Sadly – the answer has to be “no”. Yes, I’m shocked, as I’m sure everyone who’s heard about this is. But surprised? No. And how awful is that?

I suppose we’re lucky that something of this nature doesn’t happen more often, given the number of children and young people out there that come from so-called “broken homes – who are growing up with no guidance, no discipline, no role models and, probably, no love or affection. I’ve not read all the articles that have been published since the story about the trial hit the media, but this comment, from The Times has stuck with me -

Martin Narey, the chief executive of Barnardo’s, said last night that many more children need to be taken into care at birth to stop them being damaged beyond repair by bad parenting.

There is an overriding assumption these days that children are better off with their parents, seemingly regardless of what those parents are doing to their offspring. But surely, neglecting them and allowing them to do whatever the hell they want is just as bad as beating the crap out of them each night.

The answers are complex – and politicians think they would be unpopular, which is why they’re all too scared to do anything that would make a difference.

Again, from The Times -

This horror occurred because the system for intervention in the lives of neglected children is woefully inadequate and intellectually and economically flawed. Too late, too short-term, too wishy-washy, too cheapskate.
Dozens of people will have seen this particular horror coming for years. The police said yesterday that all the agencies had been involved with these children since an early age. Teachers, neighbours, social workers, police officers, health workers, parents — everyone who has had contact with the brothers since birth, probably — will have known trouble was looming. Since they were toddlers, in effect, they have been wearing labels screaming “Help me! lost child!” 5ft wide.

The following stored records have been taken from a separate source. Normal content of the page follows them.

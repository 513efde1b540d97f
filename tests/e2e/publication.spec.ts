import { expect, test } from '@playwright/test'
import { PDFDocument } from 'pdf-lib'
import { apiSignIn, logFreshVehicle, signInAs, watchConsole } from './helpers'

const dayAfter = (day: string, n: number) => {
  const [y, m, d] = day.split('-').map(Number) as [number, number, number]
  return new Date(Date.UTC(y, m - 1, d + n)).toISOString().slice(0, 10)
}

// Issue 10/11: a vehicle valued over $4,000 under the demo yard's California sample (Civ. Code § 3071) is
// advertised in a newspaper before its lien sale. The office records the paper and the day it ran, files
// the publisher's affidavit, and sets the sale date — an early one refused beside the field, then one the law allows.
test('the office records the newspaper publication, its affidavit, and a sale date the law allows', async ({ page, request }) => {
  test.slow()
  const problems = watchConsole(page)
  // A vehicle of its own (fresh VIN and plate), towed in by the dispatcher; no demo vehicle is relied on.
  await apiSignIn(request, 'dispatcher')
  const { id: vehicleId } = await logFreshVehicle(request)

  await signInAs(page, 'office')
  const session = await (await page.request.get('/api/session')).json()
  const headers = { 'x-csrf-token': session.csrfToken }
  const vehicle = await (await page.request.get(`/api/vehicles/${vehicleId}`)).json()
  // Over $4,000: the branch of § 3071 that advertises the sale.
  const valued = await page.request.put(`/api/vehicles/${vehicleId}/value`, { headers, data: { version: vehicle.vehicle.version, valueCents: 650_000, source: 'Price guide, clean retail' } })
  expect(valued.status()).toBe(200)

  await page.goto(`/vehicles/${vehicleId}`)
  const section = page.getByTestId('publication-section')
  await expect(section.getByTestId('publication-state')).toHaveText('Planned — not yet in print')
  await expect(section).toContainText('§ 3071')
  await expect(section).toContainText('Requirements vary by state and locality; check with your local code and counsel.')
  await section.getByText('Text for the newspaper').click()
  await expect(section.getByTestId('publication-text')).toContainText('NOTICE OF LIEN SALE')
  await expect(section.getByTestId('publication-text')).toContainText(vehicle.vehicle.stockNumber)

  // The newspaper and the day it ran (today, on the yard's calendar).
  await section.getByRole('button', { name: 'Record a publication' }).click()
  const dialog = page.getByRole('dialog', { name: 'Record a newspaper publication' })
  await dialog.getByLabel('Newspaper').fill('Orrin Flats Ledger')
  await dialog.getByPlaceholder('Pick each day').click()
  const panel = page.locator('.el-picker-panel:visible')
  // The yard's today (its zone, not the browser's): days after it are disabled.
  const yardToday = new Intl.DateTimeFormat('en-CA', { timeZone: vehicle.yard.timeZone }).format(new Date())
  await panel.locator('td.available:not(.prev-month):not(.next-month)').filter({ hasText: new RegExp(`^${Number(yardToday.slice(8))}$`) }).click()
  await panel.getByRole('button', { name: 'OK' }).click()
  await expect(panel).toBeHidden()
  const recorded = page.waitForResponse((r) => r.url().endsWith('/publications') && r.request().method() === 'POST')
  await dialog.getByRole('button', { name: 'Save the publication' }).click()
  expect((await recorded).status()).toBe(201)
  await expect(section.getByTestId('publication-runs')).toContainText('Orrin Flats Ledger')
  await expect(section.getByTestId('publication-state')).toHaveText('Ran — affidavit still to file')

  // The publisher's affidavit, a PDF.
  const doc = await PDFDocument.create()
  doc.addPage([612, 792]).drawText('Affidavit of publication — Orrin Flats Ledger (demo)', { x: 48, y: 720, size: 12 })
  const proof = page.waitForResponse((r) => r.url().endsWith('/proof') && r.request().method() === 'POST')
  const chooser = page.waitForEvent('filechooser')
  await section.getByRole('button', { name: 'Upload the affidavit' }).click()
  await (await chooser).setFiles({ name: 'affidavit.pdf', mimeType: 'application/pdf', buffer: Buffer.from(await doc.save()) })
  expect((await proof).status()).toBe(201)
  await expect(section.getByTestId('publication-state')).toHaveText('Ran — affidavit on file')
  const file = await page.request.get((await section.getByTestId('publication-proof-open').getAttribute('href'))!)
  expect(file.headers()['content-type']).toMatch(/application\/pdf/)

  // The sale date: the day before the earliest the law allows is refused beside the field, nothing saved.
  const sale = page.getByTestId('sale-date-section')
  await expect(sale.getByTestId('sale-date-scheduled')).toHaveText('No sale date set')
  const { earliest } = (await (await page.request.get(`/api/vehicles/${vehicleId}/sale-date`)).json()) as { earliest: string }
  expect(earliest).toMatch(/^\d{4}-\d{2}-\d{2}$/)
  await sale.getByRole('button', { name: 'Set the sale date' }).click()
  const saleDialog = page.getByRole('dialog', { name: 'Lien sale date' })
  const day = saleDialog.getByPlaceholder('Pick the day')
  await day.fill(dayAfter(earliest, -1))
  await day.press('Enter')
  let put = page.waitForResponse((r) => r.url().endsWith('/sale-date') && r.request().method() === 'PUT')
  await saleDialog.getByRole('button', { name: 'Save the sale date' }).click()
  expect((await put).status()).toBe(400)
  await expect(saleDialog.locator('.el-form-item.is-error').filter({ hasText: 'Day of the sale' })).toContainText('The earliest sale date the law allows is')
  await day.fill(earliest)
  await day.press('Enter')
  put = page.waitForResponse((r) => r.url().endsWith('/sale-date') && r.request().method() === 'PUT')
  await saleDialog.getByRole('button', { name: 'Save the sale date' }).click()
  expect((await put).status()).toBe(200)
  await expect(saleDialog).toBeHidden()
  await expect(sale.getByTestId('sale-date-scheduled')).toContainText('Sale set for')
  await expect(page.getByText('Lien sale date set')).toBeVisible()
  // The one refusal the test asked for (the early sale date), and nothing else.
  expect(problems).toEqual(['Failed to load resource: the server responded with a status of 400 (Bad Request)'])
})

You can put money on it that they have a record of exclusions from school. Equally, you can be sure they have grown up in a spectacularly dysfunctional family. You can speculate whether, as well as suffering from complex emotional and behavioural problems born of poor parenting, the boys are on the autistic spectrum and have poor speech and language skills.These boys had their fate written for them: perhaps from birth.

So there are no surprises, but that’s precisely my point. Everybody knew this, but nobody did anything. The authorities stayed in their silos, guarded their threadbare budgets, watched their backs and let the slow motion tragedy unfold. Why? Because that’s what the system decrees that they do.

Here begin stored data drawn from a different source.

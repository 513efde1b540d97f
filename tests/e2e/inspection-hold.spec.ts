import { expect, test } from '@playwright/test'
import { apiSignIn, logFreshVehicle, signInAs, watchConsole } from './helpers'

// Issue 16 item 16: a technician could start a teardown on a vehicle under a law-enforcement hold and the
// teardown never showed holds. An evidence hold usually means "do not touch": it is shown, and asked about.
test('a teardown under a law-enforcement hold shows the hold and asks before starting', async ({ page, request }) => {
  test.slow()
  const problems = watchConsole(page)
  const { csrfToken } = await apiSignIn(request, 'dispatcher')
  const { id: vehicleId } = await logFreshVehicle(request)
  const held = await request.post(`/api/vehicles/${vehicleId}/holds`, { headers: { 'x-csrf-token': csrfToken }, data: { kind: 'law_enforcement', agency: 'Orrin Flats Police Department', caseNumber: 'OF-26-20533' } })
  expect(held.status()).toBe(201)

  await signInAs(page, 'technician')
  await page.goto(`/vehicles/${vehicleId}/inspection`)
  const holds = page.getByTestId('inspection-holds')
  await expect(holds).toContainText('A hold is set on this vehicle')
  await expect(holds).toContainText('OF-26-20533')
  await expect(holds).toContainText('do not take it apart')

  const start = page.getByRole('button', { name: /Start the teardown|Start the inspection/ }).first()
  await start.click()
  const ask = page.getByRole('dialog', { name: 'Start the teardown under a hold?' })
  await expect(ask).toContainText('Law-enforcement hold')
  await ask.getByRole('button', { name: 'Do not start' }).click()
  await expect(ask).toBeHidden()
  await expect(page.getByTestId('vehicle-state')).toHaveText('Arrival')

  await start.click()
  const moved = page.waitForResponse((r) => r.url().endsWith('/inspection') && r.request().method() === 'POST')
  await page.getByRole('dialog', { name: 'Start the teardown under a hold?' }).getByRole('button', { name: 'Start anyway' }).click()
  expect((await moved).status()).toBe(201)
  await expect(page.getByTestId('vehicle-state')).toHaveText('Teardown')
  expect(problems).toEqual([])
})

// Issue 16 item 16, the board's side: a drag, Shift+→ or "Move to…" took a held vehicle from Arrival to
// Teardown without a word. Every way into Teardown under a law-enforcement hold now asks first, naming the
// hold and its caution; Cancel leaves it in Arrival and sends nothing.
test('Shift+→ on a card under a law-enforcement hold asks first; Cancel leaves it in Arrival', async ({ page, request }) => {
  test.slow()
  const problems = watchConsole(page)
  const { csrfToken } = await apiSignIn(request, 'dispatcher')
  const { id: vehicleId, stockNumber } = await logFreshVehicle(request)
  const held = await request.post(`/api/vehicles/${vehicleId}/holds`, { headers: { 'x-csrf-token': csrfToken }, data: { kind: 'law_enforcement', agency: 'Orrin Flats Police Department', caseNumber: 'OF-26-20611' } })
  expect(held.status()).toBe(201)

  await signInAs(page, 'technician')
  await page.goto(`/board?q=${stockNumber}`)
  const card = (column: string) => page.locator(`[data-column="${column}"] [data-stock="${stockNumber}"]`)
  let posted = 0
  page.on('request', (r) => r.method() === 'POST' && r.url().endsWith(`/api/vehicles/${vehicleId}/moves`) && posted++)

  await card('arrival').focus()
  await page.keyboard.press('Shift+ArrowRight')
  const ask = page.getByRole('dialog', { name: `Move ${stockNumber}` })
  await expect(ask.getByTestId('move-hold')).toContainText('Under a law-enforcement hold: Orrin Flats Police Department, case OF-26-20611')
  await expect(ask).toContainText('do not take it apart until the agency says so')
  await ask.getByRole('button', { name: 'Cancel' }).click()
  await expect(ask).toBeHidden()
  await expect(card('arrival')).toBeVisible()
  expect(posted).toBe(0)

  await card('arrival').focus()
  await page.keyboard.press('Shift+ArrowRight')
  const moved = page.waitForResponse((r) => r.url().endsWith(`/api/vehicles/${vehicleId}/moves`) && r.request().method() === 'POST')
  await page.getByRole('dialog', { name: `Move ${stockNumber}` }).getByRole('button', { name: 'Move to Teardown anyway' }).click()
  const answer = await moved
  expect(answer.status()).toBe(200)
  expect(answer.request().postDataJSON()).toMatchObject({ to: 'teardown', confirmHold: true })
  await expect(card('teardown')).toBeVisible()
  expect(problems).toEqual([])
})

And that’s what we, as a society, are up against. When I was listening to a report on the radio this week, the senior police officer being interviewed said that although these two boys had been on their radar for some time, there was nothing they could have done to prevent this crime, despite their having been questioned about a similar offence shortly before. Sure, none of us wants to live in a society where we could be detained because of something we might do – but none of us wants to live in a society where a crime like this can be perpetrated by two children, even when a number of adults – police, doctors, teachers, social workers - saw it coming a mile off.

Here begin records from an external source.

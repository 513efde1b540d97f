import { readFileSync } from 'node:fs'
import path from 'node:path'
import { expect, test } from '@playwright/test'
import { DEMO, mainNav, watchConsole } from './helpers'

// A phone whose browser reads Spanish first: Holdfast opens in Spanish without anyone choosing it.
// The account's own language is not touched here (tests/api/session.test.ts covers it), so the demo
// staff still sign in to English in the other specs.
test.use({ locale: 'es-ES' })

const SPANISH_STEPS = ['california', 'florida', 'ordinance-24h'].flatMap((f) =>
  (JSON.parse(readFileSync(path.resolve(`server/rule-sets/samples/${f}.json`), 'utf8')) as { timeline: { es?: { label?: string } }[] }).timeline.map((s) => s.es?.label),
)

async function signInInSpanish(page: import('@playwright/test').Page) {
  await page.goto('/sign-in')
  await expect(page.locator('html')).toHaveAttribute('lang', 'es')
  await expect(page.getByRole('button', { name: 'Entrar' })).toBeVisible()
  await page.getByLabel('Correo electrónico').fill(DEMO.dispatcher)
  await page.getByLabel('Contraseña', { exact: true }).fill(DEMO.password)
  await page.getByRole('button', { name: 'Entrar' }).click()
  await expect(page).toHaveURL(/\/board/)
}

test('en un teléfono en español: la entrada, el tablero y el registro de un ingreso se leen en español', async ({ page }) => {
  const problems = watchConsole(page)
  await signInInSpanish(page)

  // The board: the column tabs, a card's words and the top bar.
  await expect(page.getByRole('navigation', { name: 'Columnas' }).getByRole('button').first()).toContainText('Llegada')
  const card = page.locator('[data-column="arrival"] [data-stock]').first()
  await expect(card).toBeVisible()
  await expect(card.getByRole('button', { name: /^Mover .* a…$/ })).toHaveText('Mover a…')
  // A card's next legal date names its step in the rule set's own Spanish (server/rule-sets/samples/*.json).
  const step = page.locator('[data-column="arrival"] .board-deadline__what').first()
  await expect(step).toBeVisible()
  expect(SPANISH_STEPS).toContain((await step.textContent())?.trim())
  await expect(page.getByRole('button', { name: 'Menú' })).toBeVisible()
  const main = await mainNav(page, 'Principal')
  await expect(main.getByRole('link')).toHaveText(['Hoy', 'Tablero', 'Registrar ingreso'])
  await expect(page.getByRole('navigation', { name: 'Más páginas' }).getByRole('link')).toHaveText(['Archivo'])
  await expect(page.getByRole('button', { name: 'Salir' })).toBeVisible()

  // The tow-in form: its heading and sections, and the quote once the pickup is on the map.
  await main.getByRole('link', { name: 'Registrar ingreso' }).tap()
  await expect(page.getByRole('heading', { name: 'Registrar ingreso' })).toBeVisible()
  await expect(page.getByRole('heading', { name: 'Dónde se recogió' })).toBeVisible()
  await expect(page.getByRole('heading', { name: 'Cuándo, por qué y quién lo pidió' })).toBeVisible()
  const map = page.getByTestId('map')
  await expect(map.locator('img.leaflet-tile-loaded').first()).toBeVisible()
  const box = (await map.boundingBox())!
  await page.touchscreen.tap(box.x + box.width * 0.3, box.y + box.height * 0.6)
  await expect(page.getByTestId('tow-quote')).toContainText('al patio en línea recta')
  await expect(page.getByTestId('tow-quote')).toContainText('Enganche')
  await expect(page.getByRole('button', { name: 'Registrar el vehículo' })).toBeInViewport()

  // Saving an empty form is refused in Spanish, the count of fields to check with it.
  await page.getByRole('button', { name: 'Registrar el vehículo' }).tap()
  await expect(page.locator('.tow-in-view__errors')).toContainText(/campos? por revisar/)

  // One column, nothing wider than the screen.
  const widths = await page.evaluate(() => [document.documentElement.scrollWidth, document.documentElement.clientWidth])
  expect(widths[0]).toBeLessThanOrEqual(widths[1]!)
  expect(problems).toEqual([])
})

test('en un teléfono en español: el selector de idioma cambia la pantalla al momento, y se queda con la elección', async ({ page }) => {
  await page.goto('/sign-in')
  await expect(page.getByRole('button', { name: 'Entrar' })).toBeVisible()
  const languages = page.getByRole('group', { name: 'Idioma' })
  await languages.getByRole('button', { name: 'English' }).tap()
  await expect(page.getByRole('button', { name: 'Sign in' })).toBeVisible()
  await expect(page.locator('html')).toHaveAttribute('lang', 'en')
  await page.reload()
  await expect(page.getByRole('button', { name: 'Sign in' })).toBeVisible()
  await page.getByRole('group', { name: 'Language' }).getByRole('button', { name: 'Español' }).tap()
  await expect(page.getByRole('button', { name: 'Entrar' })).toBeVisible()
})

test('en un teléfono en español: un campo rechazado dice por qué en español, lo revise el navegador o el servidor', async ({ page }) => {
  await page.goto('/sign-in?next=/users')
  await page.getByLabel('Correo electrónico').fill(DEMO.manager)
  await page.getByLabel('Contraseña', { exact: true }).fill(DEMO.password)
  await page.getByRole('button', { name: 'Entrar' }).click()
  await expect(page).toHaveURL(/\/users$/)
  await page.getByRole('button', { name: 'Agregar a alguien del personal' }).tap()
  const dialog = page.getByRole('dialog', { name: 'Agregar a alguien del personal' })
  const emailField = dialog.locator('.el-form-item', { has: page.locator('input[name="email"]') })
  await dialog.locator('input[name="name"]').fill('Marta Quiroga')
  await dialog.locator('input[name="password"]').fill('gravel-lantern-harbor')

  // The shared schema's own check, made in the browser before anything is sent.
  await dialog.locator('input[name="email"]').fill('marta en el patio')
  await dialog.getByRole('button', { name: 'Agregar' }).tap()
  await expect(emailField.locator('.el-form-item__error')).toHaveText('Escriba un correo electrónico válido.')

  // Only the server knows the address is already on the list: its 409 names the field, in Spanish.
  await dialog.locator('input[name="email"]').fill(DEMO.dispatcher)
  const answered = page.waitForResponse((r) => r.url().endsWith('/api/users') && r.request().method() === 'POST')
  await dialog.getByRole('button', { name: 'Agregar' }).tap()
  expect((await answered).status()).toBe(409)
  await expect(emailField.locator('.el-form-item__error')).toHaveText(`${DEMO.dispatcher} ya está en su lista de personal. Búsquelo ahí o use otra dirección.`)
})

test('en un teléfono en español: lo que necesita la recogida y la explicación de un plazo se leen en español', async ({ page }) => {
  const problems = watchConsole(page)
  await signInInSpanish(page)

  // A card the technician has marked: its pickup badge, by code, in the driver's Spanish (GLOSSARY.md).
  await page.getByRole('navigation', { name: 'Columnas' }).getByRole('button', { name: /Decisión del dueño/ }).tap()
  const card = page.locator('[data-column="decision"] [data-stock]').filter({ has: page.getByTestId('pickup-badge') }).first()
  await expect(card.getByTestId('pickup-badge')).toContainText(/De arrastre|Plataforma/)
  await expect(card.getByTestId('pickup-badge')).not.toContainText(/Wheel-lift|Flatbed/)

  // Its page: the badge again, and the next deadline's worked-out explanation in Spanish.
  await card.locator('.board-card__stock').tap()
  await expect(page).toHaveURL(/\/vehicles\//)
  await expect(page.getByTestId('pickup-badge')).toContainText(/De arrastre|Plataforma/)
  const explanation = page.getByTestId('deadline-explanation')
  await expect(explanation).toContainText(/\d+ días? (hábil(es)?|calendario) (después|antes) d/)
  await expect(explanation).not.toContainText(/ days? (after|before) | due by /)
  expect(problems).toEqual([])
})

I suppose the thing that sickens me more than anything is the fact that two boys – children – could actually contemplate doing such terrible things. That they did them is bad enough, but that they had, somewhere in their minds, the ability to actually think up and plan to do the things they did is even more appalling. My eldest daughter is ten now, and she would no more dream of hurting another child than she would of robbing a bank. What sort of life have those boys had that has equipped them with the – for want of a better word – imagination - to come up with the idea of torturing their victims in the way that they did?

I fully understand why the CPS has taken the decision to avoid a trial. I have no strong opinion on that either way; if the sentence is the same for GBH as for attempted murder, then as long as the sentence is carried out appropriately I think that justice has been served.

Although of course we all know that chances are, the boys will be out in ten years or so, complete with new identities and police protection.